To do:
Please write out the listing beneath this sentence exactly, from its first line to the line with "error from breaking", and stop there.

══ Records for the exercise

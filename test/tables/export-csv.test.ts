import { parse } from "csv-parse/sync";
import { describe, expect, test } from "vitest";
import { couplingTable } from "../../src/completion/tabulate-couplings.js";
import { couplet } from "../../src/gen/couplet.js";
import { couplingsMessage } from "../../src/tables/encode-couplings.js";
import { decaysMessage } from "../../src/tables/encode-decays.js";
import { exportCouplingsCsv, exportDecaysCsv } from "../../src/tables/export-csv.js";
import { fitOf, studyText, tablesOf } from "../chain/run.js";
import { DELTA, madeDecays } from "./made-decays.js";

import v1 = couplet.v1;

const read = (text: string) => parse(text, { columns: true }) as Record<string, string>[];

describe("decay tables as comma-separated values", () => {
  const message = decaysMessage(tablesOf(studyText("octet-5-2")));
  const tables = v1.DecayTables.decode(v1.DecayTables.encode(message).finish());
  const text = exportDecaysCsv(tables);
  const lines = read(text);
  const rows = tables.parents.flatMap((parent) => parent.rows.map((row) => ({ parent, row })));

  test("another reader finds every row with every digit of its numbers", () => {
    expect(lines).toHaveLength(rows.length);
    for (const [k, { parent, row }] of rows.entries()) {
      const line = lines[k]!;
      expect([line["parent"], line["row"]]).toEqual([parent.hadron!.name, row.id]);
      expect(Number(line["parent mass [MeV]"])).toBe(parent.hadron!.mass);
      expect(Number(line["total width [MeV]"])).toBe(parent.totalWidth);
      expect(Number(line["fraction [parts per 10^9]"])).toBe(row.partsPerBillion);
      expect(Number(line["fraction [1]"])).toBe(row.fraction!.value);
      expect(Number(line["fraction error down [1]"])).toBe(row.fraction!.minus);
      expect(Number(line["fraction error from breaking [1]"])).toBe(row.fraction!.breaking);
      expect(Number(line["partial width [MeV]"])).toBe(row.width!.value);
      expect(Number(line["threshold [MeV]"])).toBe(row.threshold);
      const amplitudes = line["amplitudes, real part [sqrt(MeV)]"]!.split(" ").filter((cell) => cell !== "");
      expect(amplitudes.map(Number)).toEqual(row.waves!.map(({ re }) => re));
      expect(line["daughters"]).toBe(row.daughters!.map(({ name }) => name).join(" "));
    }
  });

  test("what a row does not have is an empty cell, and words stand for enumerations", () => {
    const predicted = lines.find((line) => line["row"] === "N(1675)+ -> p eta")!;
    expect([predicted["measured value"], predicted["pull [1]"], predicted["origin"]]).toEqual([
      "",
      "",
      "predicted",
    ]);
    const measured = lines.find((line) => line["row"] === "N(1675)+ -> n pi+")!;
    expect([measured["measured value"], measured["measured unit"], measured["sources"]]).toEqual([
      "58",
      "MeV",
      "PDG, from memory",
    ]);
    expect([measured["waves L/S"], measured["flags"], measured["kinematics"]]).toEqual([
      "2/1/2",
      "isospin split",
      "open",
    ]);
  });

  test("commas and quotes are quoted and lines end in CRLF, as RFC 4180 has it", () => {
    expect(text).toContain(',"PDG, from memory"\r\n');
    expect(text.split("\r\n")).toHaveLength(rows.length + 2);
    const quoted = exportDecaysCsv(madeDecays([{ ...DELTA, hadron: ['a "b", c', 1, 1, null] }]));
    expect(quoted).toContain('\r\n"a ""b"", c",1,1,');
    expect(read(quoted)[0]!["parent"]).toBe('a "b", c');
  });

  test("every title but names and words has its unit", () => {
    const [line] = lines;
    const titles = Object.keys(line!).filter((title) =>
      /mass|width \[|error|threshold|momentum|amplitude/.test(title),
    );
    const own = ["measured error up", "measured error down"];
    expect(titles.filter((title) => !own.includes(title) && !/\[.+\]$/.test(title))).toEqual([]);
  });
});

test("couplings are read back with their exact coefficients, by isospin and by charge state", () => {
  const message = couplingsMessage(couplingTable(fitOf(studyText("octet-5-2")), 0));
  const tables = v1.CouplingTables.decode(v1.CouplingTables.encode(message).finish());
  const lines = read(exportCouplingsCsv(tables));
  expect(lines).toHaveLength(tables.isospin.length + tables.charged.length);
  const vertex = lines.find((line) => line["vertex"] === "Sigma(1775)0 -> p K-")!;
  const wanted = tables.charged.find(({ id }) => id === "Sigma(1775)0 -> p K-")!;
  // De Swart's isoscalar factors sqrt(3/10) and sqrt(1/6), times the SU(2) coefficient sqrt(1/2).
  expect(vertex["coefficients"]).toBe("-sqrt(3/20) g(8_1); sqrt(1/12) g(8_2)");
  expect(Number(vertex["coupling"])).toBe(wanted.value!.value);
  expect([vertex["by"], vertex["L"], vertex["S"], vertex["convention"]]).toEqual([
    "charge state",
    "2",
    "1/2",
    "deswart-v1",
  ]);
});
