import { describe, expect, test } from "vitest";
import { byVertexFamily } from "../../src/tables/vertex-families.js";

/** A row with one component for each family, given as multiplets. */
const row = (id: string, twoL: number, ...families: readonly string[]) => ({
  id,
  twoL,
  twoS: 1,
  components: families.map((family) => ({
    states: family.split(" ").map((multiplet) => ({ multiplet })),
  })),
});

const grouped = (...rows: Parameters<typeof byVertexFamily>[0]) =>
  byVertexFamily(rows).map(({ families, rows: own }) => [families, own.map(({ id }) => id)]);

describe("couplings by vertex family", () => {
  test("families and waves stand apart, in the order of their first rows", () => {
    expect(
      grouped(row("1", 2, "r b m"), row("2", 2, "r b s"), row("3", 4, "r b m"), row("4", 2, "r b m")),
    ).toEqual([
      [["r -> b m"], ["1", "4"]],
      [["r -> b s"], ["2"]],
      [["r -> b m"], ["3"]],
    ]);
  });

  test("a mixed hadron joins its families, also groups that began before it, and rows keep their order", () => {
    expect(
      grouped(
        row("1", 2, "r b m"),
        row("2", 2, "r b s"),
        row("3", 2, "r b m", "r b s"),
        row("4", 2, "r b s"),
      ),
    ).toEqual([
      [
        ["r -> b m", "r -> b s"],
        ["1", "2", "3", "4"],
      ],
    ]);
  });
});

════

Answer for the task:
filename test/tables/export-csv.test.ts
import { parse } from "csv-parse/sync";
import { describe, expect, test } from "vitest";
import { couplingTable } from "../../src/completion/tabulate-couplings.js";
import { couplet } from "../../src/gen/couplet.js";
import { couplingsMessage } from "../../src/tables/encode-couplings.js";
import { decaysMessage } from "../../src/tables/encode-decays.js";
import { exportCouplingsCsv, exportDecaysCsv } from "../../src/tables/export-csv.js";
import { fitOf, studyText, tablesOf } from "../chain/run.js";
import { DELTA, madeDecays } from "./made-decays.js";

import v1 = couplet.v1;

const read = (text: string) => parse(text, { columns: true }) as Record<string, string>[];

describe("decay tables as comma-separated values", () => {
  const message = decaysMessage(tablesOf(studyText("octet-5-2")));
  const tables = v1.DecayTables.decode(v1.DecayTables.encode(message).finish());
  const text = exportDecaysCsv(tables);
  const lines = read(text);
  const rows = tables.parents.flatMap((parent) => parent.rows.map((row) => ({ parent, row })));

  test("another reader finds every row with every digit of its numbers", () => {
    expect(lines).toHaveLength(rows.length);
    for (const [k, { parent, row }] of rows.entries()) {
      const line = lines[k]!;
      expect([line["parent"], line["row"]]).toEqual([parent.hadron!.name, row.id]);
      expect(Number(line["parent mass [MeV]"])).toBe(parent.hadron!.mass);
      expect(Number(line["total width [MeV]"])).toBe(parent.totalWidth);
      expect(Number(line["fraction [parts per 10^9]"])).toBe(row.partsPerBillion);
      expect(Number(line["fraction [1]"])).toBe(row.fraction!.value);
      expect(Number(line["fraction error down [1]"])).toBe(row.fraction!.minus);
      expect(Number(line["fraction error from breaking [1]"])).toBe(row.fraction!.breaking);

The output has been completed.